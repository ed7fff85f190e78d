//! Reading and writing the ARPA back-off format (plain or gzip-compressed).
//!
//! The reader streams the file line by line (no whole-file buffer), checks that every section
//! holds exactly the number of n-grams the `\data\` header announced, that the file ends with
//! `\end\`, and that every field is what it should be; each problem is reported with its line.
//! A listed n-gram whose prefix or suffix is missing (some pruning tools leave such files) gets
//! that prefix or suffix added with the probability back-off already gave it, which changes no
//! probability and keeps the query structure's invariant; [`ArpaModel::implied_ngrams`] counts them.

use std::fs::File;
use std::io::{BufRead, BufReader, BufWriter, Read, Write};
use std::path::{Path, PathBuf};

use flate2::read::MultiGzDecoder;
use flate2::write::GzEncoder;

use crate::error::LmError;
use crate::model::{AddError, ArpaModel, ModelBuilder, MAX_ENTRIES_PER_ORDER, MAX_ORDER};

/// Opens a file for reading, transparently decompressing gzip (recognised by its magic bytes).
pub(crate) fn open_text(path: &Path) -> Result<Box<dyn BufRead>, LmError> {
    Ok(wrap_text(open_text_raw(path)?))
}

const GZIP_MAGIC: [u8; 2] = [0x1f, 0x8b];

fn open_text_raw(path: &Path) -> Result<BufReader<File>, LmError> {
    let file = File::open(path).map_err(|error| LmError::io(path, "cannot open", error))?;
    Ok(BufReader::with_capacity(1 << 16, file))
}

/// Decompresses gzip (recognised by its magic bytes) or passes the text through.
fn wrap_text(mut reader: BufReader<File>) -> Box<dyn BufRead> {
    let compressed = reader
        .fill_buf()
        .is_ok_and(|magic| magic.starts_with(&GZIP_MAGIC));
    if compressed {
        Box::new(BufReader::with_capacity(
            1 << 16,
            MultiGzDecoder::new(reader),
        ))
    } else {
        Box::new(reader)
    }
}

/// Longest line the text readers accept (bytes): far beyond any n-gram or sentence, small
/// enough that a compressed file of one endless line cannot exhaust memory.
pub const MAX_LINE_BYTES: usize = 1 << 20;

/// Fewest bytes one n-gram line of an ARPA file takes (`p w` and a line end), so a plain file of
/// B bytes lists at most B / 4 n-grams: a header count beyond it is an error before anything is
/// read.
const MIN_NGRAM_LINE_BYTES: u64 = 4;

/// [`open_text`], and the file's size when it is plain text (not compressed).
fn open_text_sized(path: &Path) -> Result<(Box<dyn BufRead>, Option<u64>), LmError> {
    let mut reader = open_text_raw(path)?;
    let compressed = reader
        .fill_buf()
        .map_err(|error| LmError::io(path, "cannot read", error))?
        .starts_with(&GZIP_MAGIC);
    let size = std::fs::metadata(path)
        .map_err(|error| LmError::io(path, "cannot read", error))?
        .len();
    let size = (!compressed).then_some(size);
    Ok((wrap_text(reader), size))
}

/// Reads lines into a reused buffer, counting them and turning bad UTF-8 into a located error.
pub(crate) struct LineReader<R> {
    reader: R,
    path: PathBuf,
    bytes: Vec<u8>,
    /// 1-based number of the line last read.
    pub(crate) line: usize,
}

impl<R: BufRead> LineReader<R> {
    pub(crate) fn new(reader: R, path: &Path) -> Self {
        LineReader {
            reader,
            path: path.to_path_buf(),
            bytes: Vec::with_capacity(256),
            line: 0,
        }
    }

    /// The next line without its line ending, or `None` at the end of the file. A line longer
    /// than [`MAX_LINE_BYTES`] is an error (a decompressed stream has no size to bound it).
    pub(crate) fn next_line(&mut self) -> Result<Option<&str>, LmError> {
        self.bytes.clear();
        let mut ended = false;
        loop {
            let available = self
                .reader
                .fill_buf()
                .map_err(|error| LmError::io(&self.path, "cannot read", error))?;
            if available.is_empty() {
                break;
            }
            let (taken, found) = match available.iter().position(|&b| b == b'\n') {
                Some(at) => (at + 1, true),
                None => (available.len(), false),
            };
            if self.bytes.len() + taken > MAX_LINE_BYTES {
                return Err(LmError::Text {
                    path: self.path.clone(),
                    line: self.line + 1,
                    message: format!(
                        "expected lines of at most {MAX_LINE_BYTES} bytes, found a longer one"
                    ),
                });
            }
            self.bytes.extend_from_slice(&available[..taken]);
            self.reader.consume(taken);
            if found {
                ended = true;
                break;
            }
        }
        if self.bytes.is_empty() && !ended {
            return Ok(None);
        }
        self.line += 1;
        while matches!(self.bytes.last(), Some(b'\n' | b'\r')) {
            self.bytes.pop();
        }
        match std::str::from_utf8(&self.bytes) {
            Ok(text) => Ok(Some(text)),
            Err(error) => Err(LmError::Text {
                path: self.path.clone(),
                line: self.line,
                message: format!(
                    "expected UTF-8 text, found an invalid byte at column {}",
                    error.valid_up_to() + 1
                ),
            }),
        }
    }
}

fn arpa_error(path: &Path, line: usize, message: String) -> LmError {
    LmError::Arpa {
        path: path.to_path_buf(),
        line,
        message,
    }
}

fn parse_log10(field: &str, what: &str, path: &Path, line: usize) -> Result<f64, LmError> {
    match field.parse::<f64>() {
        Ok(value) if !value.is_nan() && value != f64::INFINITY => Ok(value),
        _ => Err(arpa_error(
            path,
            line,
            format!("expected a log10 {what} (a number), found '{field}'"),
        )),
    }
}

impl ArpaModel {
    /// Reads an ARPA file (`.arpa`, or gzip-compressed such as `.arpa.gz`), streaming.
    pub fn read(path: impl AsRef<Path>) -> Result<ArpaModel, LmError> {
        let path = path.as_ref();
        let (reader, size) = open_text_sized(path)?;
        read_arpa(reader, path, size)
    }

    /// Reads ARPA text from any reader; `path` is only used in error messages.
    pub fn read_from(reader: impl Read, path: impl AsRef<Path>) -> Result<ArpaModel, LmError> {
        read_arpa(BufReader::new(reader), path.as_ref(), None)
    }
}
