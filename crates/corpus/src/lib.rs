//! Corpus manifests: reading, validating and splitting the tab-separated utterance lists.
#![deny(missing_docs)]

> WORK TO COMPLETE: Precisely reproduce all the entries shown above.

> ANSWER BOX:
repository ed7fff85f190e78d
//! Reading and writing the ARPA back-off format (plain or gzip-compressed).
//!
//! The reader streams the file line by line (no whole-file buffer), checks that every section
//! holds exactly the number of n-grams the `\data\` header announced, that the file ends with
//! `\end\`, and that every field is what it should be; each problem is reported with its line.
//! A listed n-gram whose prefix or suffix is missing (some pruning tools leave such files) gets
//! that prefix or suffix added with the probability back-off already gave it, which changes no
//! probability and keeps the query structure's invariant; [`ArpaModel::implied_ngrams`] counts them.

use std::fs::File;
use std::io::{BufRead, BufReader, BufWriter, Read, Write};
use std::path::{Path, PathBuf};

use flate2::read::MultiGzDecoder;
use flate2::write::GzEncoder;

use crate::error::LmError;
use crate::model::{AddError, ArpaModel, ModelBuilder, MAX_ENTRIES_PER_ORDER, MAX_ORDER};

/// Opens a file for reading, transparently decompressing gzip (recognised by its magic bytes).
pub(crate) fn open_text(path: &Path) -> Result<Box<dyn BufRead>, LmError> {
    Ok(wrap_text(open_text_raw(path)?))
}

const GZIP_MAGIC: [u8; 2] = [0x1f, 0x8b];

fn open_text_raw(path: &Path) -> Result<BufReader<File>, LmError> {
    let file = File::open(path).map_err(|error| LmError::io(path, "cannot open", error))?;
    Ok(BufReader::with_capacity(1 << 16, file))
}

/// Decompresses gzip (recognised by its magic bytes) or passes the text through.
fn wrap_text(mut reader: BufReader<File>) -> Box<dyn BufRead> {
    let compressed = reader
        .fill_buf()
        .is_ok_and(|magic| magic.starts_with(&GZIP_MAGIC));
    if compressed {
        Box::new(BufReader::with_capacity(
            1 << 16,
            MultiGzDecoder::new(reader),
        ))
    } else {
        Box::new(reader)
    }
}

/// Longest line the text readers accept (bytes): far beyond any n-gram or sentence, small
/// enough that a compressed file of one endless line cannot exhaust memory.
pub const MAX_LINE_BYTES: usize = 1 << 20;

/// Fewest bytes one n-gram line of an ARPA file takes (`p w` and a line end), so a plain file of
/// B bytes lists at most B / 4 n-grams: a header count beyond it is an error before anything is
/// read.
const MIN_NGRAM_LINE_BYTES: u64 = 4;

/// [`open_text`], and the file's size when it is plain text (not compressed).
fn open_text_sized(path: &Path) -> Result<(Box<dyn BufRead>, Option<u64>), LmError> {
    let mut reader = open_text_raw(path)?;
    let compressed = reader
        .fill_buf()
        .map_err(|error| LmError::io(path, "cannot read", error))?
        .starts_with(&GZIP_MAGIC);
    let size = std::fs::metadata(path)
        .map_err(|error| LmError::io(path, "cannot read", error))?
        .len();
    let size = (!compressed).then_some(size);
    Ok((wrap_text(reader), size))
}

/// Reads lines into a reused buffer, counting them and turning bad UTF-8 into a located error.
pub(crate) struct LineReader<R> {
    reader: R,
    path: PathBuf,
    bytes: Vec<u8>,
    /// 1-based number of the line last read.
    pub(crate) line: usize,
}

impl<R: BufRead> LineReader<R> {
    pub(crate) fn new(reader: R, path: &Path) -> Self {
        LineReader {
            reader,
            path: path.to_path_buf(),
            bytes: Vec::with_capacity(256),
            line: 0,
        }
    }

    /// The next line without its line ending, or `None` at the end of the file. A line longer
    /// than [`MAX_LINE_BYTES`] is an error (a decompressed stream has no size to bound it).
    pub(crate) fn next_line(&mut self) -> Result<Option<&str>, LmError> {
        self.bytes.clear();
        let mut ended = false;
        loop {
            let available = self
                .reader
                .fill_buf()
                .map_err(|error| LmError::io(&self.path, "cannot read", error))?;
            if available.is_empty() {
                break;
            }
            let (taken, found) = match available.iter().position(|&b| b == b'\n') {
                Some(at) => (at + 1, true),
                None => (available.len(), false),
            };
            if self.bytes.len() + taken > MAX_LINE_BYTES {
                return Err(LmError::Text {
                    path: self.path.clone(),
                    line: self.line + 1,
                    message: format!(
                        "expected lines of at most {MAX_LINE_BYTES} bytes, found a longer one"
                    ),
                });
            }
            self.bytes.extend_from_slice(&available[..taken]);
            self.reader.consume(taken);
            if found {
                ended = true;
                break;
            }
        }
        if self.bytes.is_empty() && !ended {
            return Ok(None);
        }
        self.line += 1;
        while matches!(self.bytes.last(), Some(b'\n' | b'\r')) {
            self.bytes.pop();
        }
        match std::str::from_utf8(&self.bytes) {
            Ok(text) => Ok(Some(text)),
            Err(error) => Err(LmError::Text {
                path: self.path.clone(),
                line: self.line,
                message: format!(
                    "expected UTF-8 text, found an invalid byte at column {}",
                    error.valid_up_to() + 1
                ),
            }),
        }
    }
}

fn arpa_error(path: &Path, line: usize, message: String) -> LmError {
    LmError::Arpa {
        path: path.to_path_buf(),
        line,
        message,
    }
}

fn parse_log10(field: &str, what: &str, path: &Path, line: usize) -> Result<f64, LmError> {
    match field.parse::<f64>() {
        Ok(value) if !value.is_nan() && value != f64::INFINITY => Ok(value),
        _ => Err(arpa_error(
            path,
            line,
            format!("expected a log10 {what} (a number), found '{field}'"),
        )),
    }
}

impl ArpaModel {
    /// Reads an ARPA file (`.arpa`, or gzip-compressed such as `.arpa.gz`), streaming.
    pub fn read(path: impl AsRef<Path>) -> Result<ArpaModel, LmError> {
        let path = path.as_ref();
        let (reader, size) = open_text_sized(path)?;
        read_arpa(reader, path, size)
    }

    /// Reads ARPA text from any reader; `path` is only used in error messages.
    pub fn read_from(reader: impl Read, path: impl AsRef<Path>) -> Result<ArpaModel, LmError> {
        read_arpa(BufReader::new(reader), path.as_ref(), None)
    }
}
filename crates/corpus/src/lib.rs
//! Corpus manifests: reading, validating and splitting the tab-separated utterance lists.
#![deny(missing_docs)]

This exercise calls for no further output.